Where the word "import" appears in a line of the entries below, count that line and give the total alone.

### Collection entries
========================================================================

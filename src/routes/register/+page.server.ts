import { fail, redirect } from '@sveltejs/kit';
import { registerForm } from '#lib/contracts/accountForms.ts';
import { parseForm } from '#lib/server/parseForm.ts';
import { hashPassphrase, passphraseFault } from '#lib/server/passphrase.ts';
import { takeTurn } from '#lib/server/rateLimit.ts';
import * as users from '#lib/server/repositories/users.ts';
import { REGISTERED } from './registered.ts';
import type { Actions, PageServerLoad } from './$types';

const TEN_MINUTES_S = 600;

/** Where the person wanted to go before they had an account; the sign-in form checks it. */
const nextOf = (url: URL) =>
	url.searchParams.has('next') ? `&next=${encodeURIComponent(url.searchParams.get('next') ?? '')}` : '';

export const load: PageServerLoad = ({ locals }) => {
	if (locals.user !== null) redirect(303, '/studies');
};

export const actions: Actions = {
	/** The answer is the same, and takes the same time, whether the address was free or not. */
	default: async ({ request, cookies, getClientAddress, url }) => {
		const form = await parseForm(request, registerForm);
		if (!form.ok) return fail(400, { values: form.values, faults: form.faults });
		const { name, email, passphrase } = form.value;
		const fault = passphraseFault(passphrase, [name, email]);
		const values = { name, email };
		if (fault !== null) return fail(400, { values, faults: { passphrase: fault } });
		const turn = await takeTurn({ register: getClientAddress() });
		if (!turn.ok) return fail(429, { values, faults: { form: turn.message } });
		await users.register({ name, email, passphraseHash: await hashPassphrase(passphrase) });
		// In a cookie that the sign-in form alone is sent: an address in the address bar ends up in logs and histories.
		cookies.set(REGISTERED, email, {
			path: '/sign-in',
			httpOnly: true,
			sameSite: 'lax',
			secure: url.protocol === 'https:',
			maxAge: TEN_MINUTES_S
		});
		redirect(303, `/sign-in?registered${nextOf(url)}`);
	}
};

========================================================================

### TASK RESPONSE
8